EXERCISE AIM:
Exactly the lines below from the one with "filename test/report/sweep-format.test.ts" up to and including the one with "path), keep more." make up the answer, with nothing else added.

MATERIAL PROVIDED:
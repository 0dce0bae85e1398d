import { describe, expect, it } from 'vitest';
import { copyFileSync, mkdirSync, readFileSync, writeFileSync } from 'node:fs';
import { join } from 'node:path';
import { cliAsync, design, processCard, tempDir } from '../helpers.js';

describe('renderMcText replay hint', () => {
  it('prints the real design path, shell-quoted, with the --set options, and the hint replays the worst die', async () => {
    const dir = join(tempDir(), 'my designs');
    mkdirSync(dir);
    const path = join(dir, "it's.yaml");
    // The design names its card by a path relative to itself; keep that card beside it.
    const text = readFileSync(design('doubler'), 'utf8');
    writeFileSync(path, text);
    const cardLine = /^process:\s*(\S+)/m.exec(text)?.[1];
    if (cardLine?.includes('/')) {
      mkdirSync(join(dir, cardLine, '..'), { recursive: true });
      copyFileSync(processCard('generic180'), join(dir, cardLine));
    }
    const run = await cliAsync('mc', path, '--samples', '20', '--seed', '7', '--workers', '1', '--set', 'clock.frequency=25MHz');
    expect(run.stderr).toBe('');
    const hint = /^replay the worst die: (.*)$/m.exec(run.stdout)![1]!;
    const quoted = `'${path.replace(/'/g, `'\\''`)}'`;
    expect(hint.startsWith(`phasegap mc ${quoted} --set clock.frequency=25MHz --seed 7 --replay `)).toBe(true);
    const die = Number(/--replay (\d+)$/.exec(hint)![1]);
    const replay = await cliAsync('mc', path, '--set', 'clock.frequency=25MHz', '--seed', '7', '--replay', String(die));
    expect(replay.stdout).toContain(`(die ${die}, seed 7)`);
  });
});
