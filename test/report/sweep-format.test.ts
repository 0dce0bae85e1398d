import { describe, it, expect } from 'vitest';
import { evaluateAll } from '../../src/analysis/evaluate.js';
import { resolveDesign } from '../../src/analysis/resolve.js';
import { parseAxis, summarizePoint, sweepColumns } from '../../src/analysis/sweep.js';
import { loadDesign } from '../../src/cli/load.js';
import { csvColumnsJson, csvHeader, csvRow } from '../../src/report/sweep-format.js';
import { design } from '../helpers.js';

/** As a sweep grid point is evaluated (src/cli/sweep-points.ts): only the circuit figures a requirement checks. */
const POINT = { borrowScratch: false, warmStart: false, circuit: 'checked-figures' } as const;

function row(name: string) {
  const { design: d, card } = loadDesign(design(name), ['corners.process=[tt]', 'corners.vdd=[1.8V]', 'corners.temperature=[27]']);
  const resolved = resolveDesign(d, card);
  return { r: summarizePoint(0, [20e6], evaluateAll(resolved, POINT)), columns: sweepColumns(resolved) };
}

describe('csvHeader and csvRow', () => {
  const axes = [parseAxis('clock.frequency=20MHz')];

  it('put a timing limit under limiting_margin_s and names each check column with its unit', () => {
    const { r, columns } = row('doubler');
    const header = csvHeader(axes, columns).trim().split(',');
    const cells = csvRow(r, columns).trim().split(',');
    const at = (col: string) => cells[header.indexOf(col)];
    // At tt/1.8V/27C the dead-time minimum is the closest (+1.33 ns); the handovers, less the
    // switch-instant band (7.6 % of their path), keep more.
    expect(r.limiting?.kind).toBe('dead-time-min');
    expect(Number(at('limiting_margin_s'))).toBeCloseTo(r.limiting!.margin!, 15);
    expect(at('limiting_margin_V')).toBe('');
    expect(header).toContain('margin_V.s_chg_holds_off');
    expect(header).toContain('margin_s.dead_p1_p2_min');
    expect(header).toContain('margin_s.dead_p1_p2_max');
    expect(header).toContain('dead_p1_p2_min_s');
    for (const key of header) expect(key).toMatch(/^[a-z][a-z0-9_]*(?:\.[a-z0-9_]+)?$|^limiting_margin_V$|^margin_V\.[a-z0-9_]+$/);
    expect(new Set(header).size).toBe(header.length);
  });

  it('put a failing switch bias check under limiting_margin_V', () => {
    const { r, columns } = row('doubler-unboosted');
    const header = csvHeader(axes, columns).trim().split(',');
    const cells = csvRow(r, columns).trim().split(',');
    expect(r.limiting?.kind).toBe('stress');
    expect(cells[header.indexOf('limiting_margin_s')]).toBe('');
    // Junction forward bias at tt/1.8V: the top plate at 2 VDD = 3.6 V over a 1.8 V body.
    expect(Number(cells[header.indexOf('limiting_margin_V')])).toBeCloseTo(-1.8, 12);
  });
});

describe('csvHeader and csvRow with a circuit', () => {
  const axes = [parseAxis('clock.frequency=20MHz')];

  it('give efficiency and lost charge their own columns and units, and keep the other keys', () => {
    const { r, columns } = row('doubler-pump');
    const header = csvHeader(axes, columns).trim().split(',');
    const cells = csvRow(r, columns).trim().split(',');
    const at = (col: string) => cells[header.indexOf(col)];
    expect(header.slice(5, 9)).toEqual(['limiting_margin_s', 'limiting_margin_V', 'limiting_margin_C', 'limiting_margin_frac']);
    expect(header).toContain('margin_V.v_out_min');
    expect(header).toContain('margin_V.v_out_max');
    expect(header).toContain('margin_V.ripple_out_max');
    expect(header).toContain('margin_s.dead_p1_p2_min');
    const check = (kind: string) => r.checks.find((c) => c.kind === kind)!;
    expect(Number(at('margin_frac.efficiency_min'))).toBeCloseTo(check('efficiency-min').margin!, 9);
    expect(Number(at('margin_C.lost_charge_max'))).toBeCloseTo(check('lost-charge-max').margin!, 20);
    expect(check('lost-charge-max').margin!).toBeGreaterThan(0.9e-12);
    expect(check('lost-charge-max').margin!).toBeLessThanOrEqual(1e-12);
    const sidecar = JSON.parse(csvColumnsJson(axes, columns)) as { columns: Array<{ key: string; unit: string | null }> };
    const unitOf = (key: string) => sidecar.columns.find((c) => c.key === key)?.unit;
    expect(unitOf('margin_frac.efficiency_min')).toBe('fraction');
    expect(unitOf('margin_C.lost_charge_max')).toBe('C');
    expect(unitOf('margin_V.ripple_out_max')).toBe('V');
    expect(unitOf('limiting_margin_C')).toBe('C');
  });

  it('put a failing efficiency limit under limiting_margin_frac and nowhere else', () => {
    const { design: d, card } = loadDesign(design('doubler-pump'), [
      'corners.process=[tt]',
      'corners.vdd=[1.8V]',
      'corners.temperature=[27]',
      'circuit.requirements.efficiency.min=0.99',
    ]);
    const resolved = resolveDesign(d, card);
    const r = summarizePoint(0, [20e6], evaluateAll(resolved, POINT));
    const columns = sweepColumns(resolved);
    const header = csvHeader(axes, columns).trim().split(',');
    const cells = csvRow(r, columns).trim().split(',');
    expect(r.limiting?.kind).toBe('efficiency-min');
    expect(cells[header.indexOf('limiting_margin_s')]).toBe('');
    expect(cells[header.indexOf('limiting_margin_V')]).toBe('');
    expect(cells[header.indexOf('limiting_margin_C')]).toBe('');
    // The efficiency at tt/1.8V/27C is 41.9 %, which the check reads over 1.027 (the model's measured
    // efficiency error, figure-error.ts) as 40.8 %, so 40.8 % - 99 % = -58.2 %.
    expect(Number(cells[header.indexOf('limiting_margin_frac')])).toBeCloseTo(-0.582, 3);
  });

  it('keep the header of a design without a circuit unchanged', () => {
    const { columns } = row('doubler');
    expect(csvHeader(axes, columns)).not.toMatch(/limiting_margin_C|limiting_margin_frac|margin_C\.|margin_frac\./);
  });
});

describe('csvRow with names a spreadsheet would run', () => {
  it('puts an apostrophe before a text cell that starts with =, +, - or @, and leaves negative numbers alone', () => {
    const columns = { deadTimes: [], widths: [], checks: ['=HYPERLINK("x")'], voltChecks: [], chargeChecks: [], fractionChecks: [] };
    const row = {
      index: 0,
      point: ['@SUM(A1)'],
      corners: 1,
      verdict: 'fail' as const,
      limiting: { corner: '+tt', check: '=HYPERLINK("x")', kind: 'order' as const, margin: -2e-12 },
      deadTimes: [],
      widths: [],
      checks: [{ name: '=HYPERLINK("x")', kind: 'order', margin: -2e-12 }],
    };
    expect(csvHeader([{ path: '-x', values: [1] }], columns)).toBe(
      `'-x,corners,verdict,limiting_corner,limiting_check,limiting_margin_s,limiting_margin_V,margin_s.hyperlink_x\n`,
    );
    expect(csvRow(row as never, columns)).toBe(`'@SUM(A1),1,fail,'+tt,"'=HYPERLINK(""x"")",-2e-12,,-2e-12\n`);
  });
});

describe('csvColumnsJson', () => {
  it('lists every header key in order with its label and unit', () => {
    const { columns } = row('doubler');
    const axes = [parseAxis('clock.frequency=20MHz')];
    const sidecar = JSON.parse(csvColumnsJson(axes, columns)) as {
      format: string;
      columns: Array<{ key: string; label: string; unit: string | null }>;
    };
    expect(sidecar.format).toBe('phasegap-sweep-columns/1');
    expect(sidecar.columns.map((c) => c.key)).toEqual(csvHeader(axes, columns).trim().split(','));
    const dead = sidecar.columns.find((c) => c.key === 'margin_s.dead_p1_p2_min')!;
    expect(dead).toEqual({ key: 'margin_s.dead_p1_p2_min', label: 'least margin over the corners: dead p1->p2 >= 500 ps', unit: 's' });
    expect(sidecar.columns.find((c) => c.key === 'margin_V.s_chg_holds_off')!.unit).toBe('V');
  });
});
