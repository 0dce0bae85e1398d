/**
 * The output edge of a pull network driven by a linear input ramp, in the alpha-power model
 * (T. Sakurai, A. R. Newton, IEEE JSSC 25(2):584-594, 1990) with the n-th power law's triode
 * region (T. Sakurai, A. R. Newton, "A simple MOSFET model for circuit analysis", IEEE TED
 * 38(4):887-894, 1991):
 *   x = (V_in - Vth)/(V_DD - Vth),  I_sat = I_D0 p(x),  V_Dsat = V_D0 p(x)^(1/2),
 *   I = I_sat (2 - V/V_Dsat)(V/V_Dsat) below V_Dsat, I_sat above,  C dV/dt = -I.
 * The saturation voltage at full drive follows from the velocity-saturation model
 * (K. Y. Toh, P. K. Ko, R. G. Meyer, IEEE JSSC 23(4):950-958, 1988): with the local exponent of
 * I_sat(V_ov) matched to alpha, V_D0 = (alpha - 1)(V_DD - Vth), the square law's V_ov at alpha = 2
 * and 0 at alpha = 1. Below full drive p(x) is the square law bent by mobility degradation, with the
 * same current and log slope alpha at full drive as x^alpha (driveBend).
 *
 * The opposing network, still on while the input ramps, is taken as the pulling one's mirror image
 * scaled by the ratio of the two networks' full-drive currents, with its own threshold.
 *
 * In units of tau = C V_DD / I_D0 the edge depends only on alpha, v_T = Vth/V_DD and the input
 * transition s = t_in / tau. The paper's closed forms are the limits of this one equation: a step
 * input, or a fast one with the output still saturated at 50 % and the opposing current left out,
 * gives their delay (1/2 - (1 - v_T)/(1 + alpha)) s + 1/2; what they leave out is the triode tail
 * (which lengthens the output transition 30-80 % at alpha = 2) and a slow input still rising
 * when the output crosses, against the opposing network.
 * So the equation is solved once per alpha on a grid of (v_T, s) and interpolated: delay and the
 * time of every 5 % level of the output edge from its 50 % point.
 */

--

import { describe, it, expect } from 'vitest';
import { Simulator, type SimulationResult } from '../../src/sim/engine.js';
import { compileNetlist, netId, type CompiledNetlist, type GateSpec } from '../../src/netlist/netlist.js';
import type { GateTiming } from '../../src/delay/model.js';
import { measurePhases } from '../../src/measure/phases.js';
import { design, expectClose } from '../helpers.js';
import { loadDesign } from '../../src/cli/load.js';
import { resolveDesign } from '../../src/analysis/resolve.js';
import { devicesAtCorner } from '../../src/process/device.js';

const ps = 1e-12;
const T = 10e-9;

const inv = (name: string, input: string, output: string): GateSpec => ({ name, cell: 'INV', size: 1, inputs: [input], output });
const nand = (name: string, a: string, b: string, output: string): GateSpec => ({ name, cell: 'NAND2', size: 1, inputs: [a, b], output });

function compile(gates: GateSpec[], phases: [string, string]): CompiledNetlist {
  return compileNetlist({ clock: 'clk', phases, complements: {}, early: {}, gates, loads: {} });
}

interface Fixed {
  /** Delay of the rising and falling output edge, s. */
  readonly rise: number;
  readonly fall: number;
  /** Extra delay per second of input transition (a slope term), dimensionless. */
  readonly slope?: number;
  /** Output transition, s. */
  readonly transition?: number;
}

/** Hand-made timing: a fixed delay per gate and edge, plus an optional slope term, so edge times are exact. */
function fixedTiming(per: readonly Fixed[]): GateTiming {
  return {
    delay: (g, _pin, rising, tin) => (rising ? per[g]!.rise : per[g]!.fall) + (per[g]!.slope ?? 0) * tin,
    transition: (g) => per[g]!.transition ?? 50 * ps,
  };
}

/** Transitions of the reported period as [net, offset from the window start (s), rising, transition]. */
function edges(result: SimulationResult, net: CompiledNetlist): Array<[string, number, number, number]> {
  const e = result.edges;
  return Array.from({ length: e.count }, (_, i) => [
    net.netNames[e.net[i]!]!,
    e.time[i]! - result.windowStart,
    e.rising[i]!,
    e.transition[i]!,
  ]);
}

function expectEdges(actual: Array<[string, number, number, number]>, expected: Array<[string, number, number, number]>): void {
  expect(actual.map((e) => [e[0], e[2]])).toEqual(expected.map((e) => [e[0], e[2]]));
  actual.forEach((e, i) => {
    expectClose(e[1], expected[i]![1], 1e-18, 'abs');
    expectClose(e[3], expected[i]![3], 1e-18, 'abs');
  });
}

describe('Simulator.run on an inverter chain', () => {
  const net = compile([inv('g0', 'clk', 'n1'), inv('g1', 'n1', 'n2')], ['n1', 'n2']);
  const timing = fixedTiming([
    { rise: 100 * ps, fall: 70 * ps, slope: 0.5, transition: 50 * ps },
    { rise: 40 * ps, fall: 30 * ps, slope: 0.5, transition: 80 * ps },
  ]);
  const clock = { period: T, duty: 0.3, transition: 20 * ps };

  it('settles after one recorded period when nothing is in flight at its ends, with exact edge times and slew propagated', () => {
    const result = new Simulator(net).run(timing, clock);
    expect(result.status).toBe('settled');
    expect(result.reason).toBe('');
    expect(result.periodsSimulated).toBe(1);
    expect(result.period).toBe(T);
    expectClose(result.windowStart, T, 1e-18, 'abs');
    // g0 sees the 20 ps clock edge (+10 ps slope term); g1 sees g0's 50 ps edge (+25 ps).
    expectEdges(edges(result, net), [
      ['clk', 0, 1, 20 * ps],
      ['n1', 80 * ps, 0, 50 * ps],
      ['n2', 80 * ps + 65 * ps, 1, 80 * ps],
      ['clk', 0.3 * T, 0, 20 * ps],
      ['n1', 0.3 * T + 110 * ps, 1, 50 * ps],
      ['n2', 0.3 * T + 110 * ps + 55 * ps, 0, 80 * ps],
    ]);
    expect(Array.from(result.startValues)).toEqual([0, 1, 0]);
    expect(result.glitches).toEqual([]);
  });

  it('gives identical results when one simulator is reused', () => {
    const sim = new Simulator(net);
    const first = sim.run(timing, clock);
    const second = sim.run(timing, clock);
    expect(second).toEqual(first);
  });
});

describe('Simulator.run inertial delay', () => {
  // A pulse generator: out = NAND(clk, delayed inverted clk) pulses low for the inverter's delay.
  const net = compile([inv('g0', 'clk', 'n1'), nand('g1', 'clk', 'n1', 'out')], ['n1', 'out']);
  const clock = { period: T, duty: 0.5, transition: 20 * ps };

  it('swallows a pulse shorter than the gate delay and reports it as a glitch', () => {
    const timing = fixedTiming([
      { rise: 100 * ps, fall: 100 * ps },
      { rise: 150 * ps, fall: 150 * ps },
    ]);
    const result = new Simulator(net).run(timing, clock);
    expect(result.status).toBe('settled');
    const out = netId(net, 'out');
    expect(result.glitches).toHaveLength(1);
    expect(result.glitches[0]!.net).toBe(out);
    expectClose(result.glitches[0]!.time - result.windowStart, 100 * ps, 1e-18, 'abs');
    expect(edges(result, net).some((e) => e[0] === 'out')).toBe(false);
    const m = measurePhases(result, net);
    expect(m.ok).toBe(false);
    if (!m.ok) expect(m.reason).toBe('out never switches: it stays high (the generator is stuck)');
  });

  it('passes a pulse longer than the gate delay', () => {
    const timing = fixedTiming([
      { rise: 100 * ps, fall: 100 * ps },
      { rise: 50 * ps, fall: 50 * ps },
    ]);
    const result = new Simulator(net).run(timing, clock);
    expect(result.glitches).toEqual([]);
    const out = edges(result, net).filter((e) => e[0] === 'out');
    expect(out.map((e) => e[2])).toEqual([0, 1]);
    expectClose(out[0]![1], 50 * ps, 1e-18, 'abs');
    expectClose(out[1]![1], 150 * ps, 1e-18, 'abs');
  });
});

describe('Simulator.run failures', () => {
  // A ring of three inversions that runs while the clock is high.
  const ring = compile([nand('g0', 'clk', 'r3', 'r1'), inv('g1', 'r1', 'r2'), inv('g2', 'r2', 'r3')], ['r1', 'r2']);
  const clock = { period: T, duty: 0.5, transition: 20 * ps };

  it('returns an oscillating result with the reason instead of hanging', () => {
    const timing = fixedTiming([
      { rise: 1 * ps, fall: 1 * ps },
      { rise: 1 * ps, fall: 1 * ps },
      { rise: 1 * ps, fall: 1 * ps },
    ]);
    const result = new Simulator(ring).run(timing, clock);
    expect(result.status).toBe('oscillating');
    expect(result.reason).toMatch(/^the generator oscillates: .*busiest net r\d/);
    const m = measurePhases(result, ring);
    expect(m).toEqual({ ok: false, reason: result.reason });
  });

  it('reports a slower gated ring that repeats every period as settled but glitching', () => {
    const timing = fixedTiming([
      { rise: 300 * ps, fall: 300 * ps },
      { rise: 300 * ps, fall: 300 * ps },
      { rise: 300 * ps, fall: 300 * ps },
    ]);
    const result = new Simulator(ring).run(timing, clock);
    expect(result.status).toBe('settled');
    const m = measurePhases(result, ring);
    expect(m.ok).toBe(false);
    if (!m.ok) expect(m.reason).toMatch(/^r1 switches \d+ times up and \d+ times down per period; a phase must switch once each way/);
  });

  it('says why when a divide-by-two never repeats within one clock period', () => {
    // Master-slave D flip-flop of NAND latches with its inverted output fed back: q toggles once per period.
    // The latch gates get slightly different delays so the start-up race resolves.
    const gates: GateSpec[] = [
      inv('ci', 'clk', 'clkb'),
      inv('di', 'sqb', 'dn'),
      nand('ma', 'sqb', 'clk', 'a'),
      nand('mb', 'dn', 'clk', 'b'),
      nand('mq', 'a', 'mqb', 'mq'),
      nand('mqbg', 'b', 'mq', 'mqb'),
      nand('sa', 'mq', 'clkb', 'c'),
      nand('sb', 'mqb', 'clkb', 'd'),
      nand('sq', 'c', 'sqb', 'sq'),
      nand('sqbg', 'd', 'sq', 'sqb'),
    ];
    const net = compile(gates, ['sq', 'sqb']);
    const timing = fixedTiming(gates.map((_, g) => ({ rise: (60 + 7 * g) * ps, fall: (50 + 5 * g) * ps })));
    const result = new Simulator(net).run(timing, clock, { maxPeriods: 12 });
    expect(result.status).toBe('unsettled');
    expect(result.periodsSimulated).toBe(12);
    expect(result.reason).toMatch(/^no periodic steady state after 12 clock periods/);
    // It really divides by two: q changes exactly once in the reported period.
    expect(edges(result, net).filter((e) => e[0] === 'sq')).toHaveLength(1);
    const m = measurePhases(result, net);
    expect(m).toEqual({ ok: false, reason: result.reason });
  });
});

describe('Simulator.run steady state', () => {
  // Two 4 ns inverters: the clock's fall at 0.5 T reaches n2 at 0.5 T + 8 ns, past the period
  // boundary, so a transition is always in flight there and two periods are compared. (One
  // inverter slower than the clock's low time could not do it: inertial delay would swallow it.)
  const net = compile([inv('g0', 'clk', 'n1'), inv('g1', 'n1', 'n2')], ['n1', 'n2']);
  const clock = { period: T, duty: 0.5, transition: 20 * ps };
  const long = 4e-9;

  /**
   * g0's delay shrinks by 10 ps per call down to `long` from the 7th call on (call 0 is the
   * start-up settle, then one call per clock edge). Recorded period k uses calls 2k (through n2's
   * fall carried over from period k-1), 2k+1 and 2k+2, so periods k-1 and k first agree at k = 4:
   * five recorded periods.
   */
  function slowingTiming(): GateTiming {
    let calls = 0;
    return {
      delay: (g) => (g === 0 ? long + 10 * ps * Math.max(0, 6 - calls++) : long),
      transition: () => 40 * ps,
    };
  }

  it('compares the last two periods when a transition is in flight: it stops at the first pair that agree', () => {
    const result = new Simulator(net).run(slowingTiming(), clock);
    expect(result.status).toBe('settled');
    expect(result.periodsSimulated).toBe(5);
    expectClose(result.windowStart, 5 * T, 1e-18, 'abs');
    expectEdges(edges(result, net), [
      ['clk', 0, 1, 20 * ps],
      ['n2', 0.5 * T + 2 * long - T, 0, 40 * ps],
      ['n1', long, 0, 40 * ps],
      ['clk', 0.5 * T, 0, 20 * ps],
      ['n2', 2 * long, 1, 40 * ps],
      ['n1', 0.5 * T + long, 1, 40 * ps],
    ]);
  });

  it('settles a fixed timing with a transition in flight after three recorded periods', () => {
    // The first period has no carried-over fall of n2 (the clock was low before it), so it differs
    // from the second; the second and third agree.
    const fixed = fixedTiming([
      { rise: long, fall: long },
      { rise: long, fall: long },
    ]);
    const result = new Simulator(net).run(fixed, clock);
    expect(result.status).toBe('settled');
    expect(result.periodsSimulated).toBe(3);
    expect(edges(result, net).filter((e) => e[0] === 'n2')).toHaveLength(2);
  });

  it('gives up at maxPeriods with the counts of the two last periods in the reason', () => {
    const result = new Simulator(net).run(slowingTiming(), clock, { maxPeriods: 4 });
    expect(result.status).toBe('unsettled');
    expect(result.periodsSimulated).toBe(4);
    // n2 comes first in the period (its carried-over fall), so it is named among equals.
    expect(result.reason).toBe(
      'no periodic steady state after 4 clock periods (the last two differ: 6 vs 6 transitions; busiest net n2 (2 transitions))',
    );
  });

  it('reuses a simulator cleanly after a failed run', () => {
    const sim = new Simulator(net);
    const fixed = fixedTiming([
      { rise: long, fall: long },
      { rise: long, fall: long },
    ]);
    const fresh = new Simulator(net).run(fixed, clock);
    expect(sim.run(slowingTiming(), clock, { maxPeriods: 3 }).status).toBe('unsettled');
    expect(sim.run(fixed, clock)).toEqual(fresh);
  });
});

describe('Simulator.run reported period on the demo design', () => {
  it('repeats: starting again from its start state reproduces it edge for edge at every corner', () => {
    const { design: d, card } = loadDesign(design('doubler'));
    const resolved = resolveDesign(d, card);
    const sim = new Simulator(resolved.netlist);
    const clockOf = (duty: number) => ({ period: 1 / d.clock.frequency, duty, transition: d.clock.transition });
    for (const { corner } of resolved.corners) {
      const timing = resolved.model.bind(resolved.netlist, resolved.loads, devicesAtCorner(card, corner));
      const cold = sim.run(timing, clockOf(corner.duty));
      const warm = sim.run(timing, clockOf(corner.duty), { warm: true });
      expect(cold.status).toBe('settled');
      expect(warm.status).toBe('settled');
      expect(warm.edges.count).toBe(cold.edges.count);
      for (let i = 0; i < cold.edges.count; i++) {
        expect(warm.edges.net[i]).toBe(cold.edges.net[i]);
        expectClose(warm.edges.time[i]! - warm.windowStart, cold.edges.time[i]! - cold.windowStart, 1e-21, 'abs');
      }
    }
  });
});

--

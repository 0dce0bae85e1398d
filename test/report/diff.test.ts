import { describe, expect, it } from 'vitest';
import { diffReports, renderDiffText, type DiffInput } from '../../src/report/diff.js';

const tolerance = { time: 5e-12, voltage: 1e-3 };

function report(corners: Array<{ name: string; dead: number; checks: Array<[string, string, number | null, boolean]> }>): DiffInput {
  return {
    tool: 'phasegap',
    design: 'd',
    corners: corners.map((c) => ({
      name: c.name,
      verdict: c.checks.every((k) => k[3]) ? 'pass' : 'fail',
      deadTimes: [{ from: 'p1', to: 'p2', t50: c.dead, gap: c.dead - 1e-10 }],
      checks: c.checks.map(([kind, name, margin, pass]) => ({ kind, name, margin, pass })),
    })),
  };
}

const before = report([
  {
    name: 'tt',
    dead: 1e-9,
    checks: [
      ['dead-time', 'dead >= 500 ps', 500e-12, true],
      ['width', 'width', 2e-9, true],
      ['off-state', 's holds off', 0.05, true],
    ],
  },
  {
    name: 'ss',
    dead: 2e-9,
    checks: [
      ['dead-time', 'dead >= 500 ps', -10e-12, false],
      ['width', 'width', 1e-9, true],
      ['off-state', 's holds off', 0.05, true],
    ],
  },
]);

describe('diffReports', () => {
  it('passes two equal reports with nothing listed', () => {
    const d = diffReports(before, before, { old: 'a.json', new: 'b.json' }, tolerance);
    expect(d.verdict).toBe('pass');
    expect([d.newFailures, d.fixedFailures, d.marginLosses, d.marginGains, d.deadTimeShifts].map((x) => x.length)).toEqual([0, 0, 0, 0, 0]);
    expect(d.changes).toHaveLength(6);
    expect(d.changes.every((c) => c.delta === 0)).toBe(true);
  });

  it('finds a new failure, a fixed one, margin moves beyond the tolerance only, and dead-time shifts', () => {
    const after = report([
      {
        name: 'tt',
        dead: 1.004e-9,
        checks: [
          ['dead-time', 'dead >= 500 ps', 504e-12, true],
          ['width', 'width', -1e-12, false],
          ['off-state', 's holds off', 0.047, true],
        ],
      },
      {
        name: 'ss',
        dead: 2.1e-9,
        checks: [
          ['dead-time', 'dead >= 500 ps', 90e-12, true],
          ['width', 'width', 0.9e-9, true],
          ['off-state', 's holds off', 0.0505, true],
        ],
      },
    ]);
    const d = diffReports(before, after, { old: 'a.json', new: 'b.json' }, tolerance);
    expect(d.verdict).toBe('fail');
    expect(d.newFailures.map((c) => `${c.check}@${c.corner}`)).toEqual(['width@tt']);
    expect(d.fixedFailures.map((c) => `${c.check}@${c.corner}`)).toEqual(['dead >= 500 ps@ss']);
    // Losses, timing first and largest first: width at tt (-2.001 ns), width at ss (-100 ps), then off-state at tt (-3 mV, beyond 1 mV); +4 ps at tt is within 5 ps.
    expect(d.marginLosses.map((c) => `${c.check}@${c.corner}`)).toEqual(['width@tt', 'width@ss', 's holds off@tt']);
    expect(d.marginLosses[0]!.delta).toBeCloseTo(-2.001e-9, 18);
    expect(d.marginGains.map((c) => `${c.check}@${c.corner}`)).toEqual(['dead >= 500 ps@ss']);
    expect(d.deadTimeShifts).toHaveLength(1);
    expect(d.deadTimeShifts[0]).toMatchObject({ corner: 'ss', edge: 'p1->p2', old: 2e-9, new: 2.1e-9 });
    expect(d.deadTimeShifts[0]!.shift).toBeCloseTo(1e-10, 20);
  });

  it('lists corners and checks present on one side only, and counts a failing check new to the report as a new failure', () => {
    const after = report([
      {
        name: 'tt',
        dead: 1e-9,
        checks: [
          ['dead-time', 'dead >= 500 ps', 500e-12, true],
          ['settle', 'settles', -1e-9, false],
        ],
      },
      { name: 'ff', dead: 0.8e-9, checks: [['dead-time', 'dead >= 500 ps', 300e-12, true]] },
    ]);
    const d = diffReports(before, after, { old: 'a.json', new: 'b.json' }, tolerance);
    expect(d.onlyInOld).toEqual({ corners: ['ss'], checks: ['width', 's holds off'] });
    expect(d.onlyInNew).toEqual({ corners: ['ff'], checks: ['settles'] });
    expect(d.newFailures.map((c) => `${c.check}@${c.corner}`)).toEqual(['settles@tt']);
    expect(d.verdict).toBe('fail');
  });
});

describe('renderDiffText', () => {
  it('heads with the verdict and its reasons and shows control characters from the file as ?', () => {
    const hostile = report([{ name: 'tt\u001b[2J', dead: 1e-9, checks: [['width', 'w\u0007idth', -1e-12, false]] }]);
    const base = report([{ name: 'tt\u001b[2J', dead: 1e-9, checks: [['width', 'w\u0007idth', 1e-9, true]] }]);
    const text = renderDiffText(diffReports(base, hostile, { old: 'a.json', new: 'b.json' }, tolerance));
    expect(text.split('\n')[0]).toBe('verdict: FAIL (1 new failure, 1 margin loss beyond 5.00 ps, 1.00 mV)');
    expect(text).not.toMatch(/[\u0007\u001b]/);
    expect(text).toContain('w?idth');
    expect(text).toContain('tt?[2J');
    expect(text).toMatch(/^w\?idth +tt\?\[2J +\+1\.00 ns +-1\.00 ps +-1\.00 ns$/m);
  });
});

SOLUTION TO THIS EXERCISE:
filename test/report/sweep-format.test.ts
repository 0dce0bae85e1398d
import { describe, it, expect } from 'vitest';
import { evaluateAll } from '../../src/analysis/evaluate.js';
import { resolveDesign } from '../../src/analysis/resolve.js';
import { parseAxis, summarizePoint, sweepColumns } from '../../src/analysis/sweep.js';
import { loadDesign } from '../../src/cli/load.js';
import { csvColumnsJson, csvHeader, csvRow } from '../../src/report/sweep-format.js';
import { design } from '../helpers.js';

/** As a sweep grid point is evaluated (src/cli/sweep-points.ts): only the circuit figures a requirement checks. */
const POINT = { borrowScratch: false, warmStart: false, circuit: 'checked-figures' } as const;

function row(name: string) {
  const { design: d, card } = loadDesign(design(name), ['corners.process=[tt]', 'corners.vdd=[1.8V]', 'corners.temperature=[27]']);
  const resolved = resolveDesign(d, card);
  return { r: summarizePoint(0, [20e6], evaluateAll(resolved, POINT)), columns: sweepColumns(resolved) };
}

describe('csvHeader and csvRow', () => {
  const axes = [parseAxis('clock.frequency=20MHz')];

  it('put a timing limit under limiting_margin_s and names each check column with its unit', () => {
    const { r, columns } = row('doubler');
    const header = csvHeader(axes, columns).trim().split(',');
    const cells = csvRow(r, columns).trim().split(',');
    const at = (col: string) => cells[header.indexOf(col)];
    // At tt/1.8V/27C the dead-time minimum is the closest (+1.33 ns); the handovers, less the
    // switch-instant band (7.6 % of their path), keep more.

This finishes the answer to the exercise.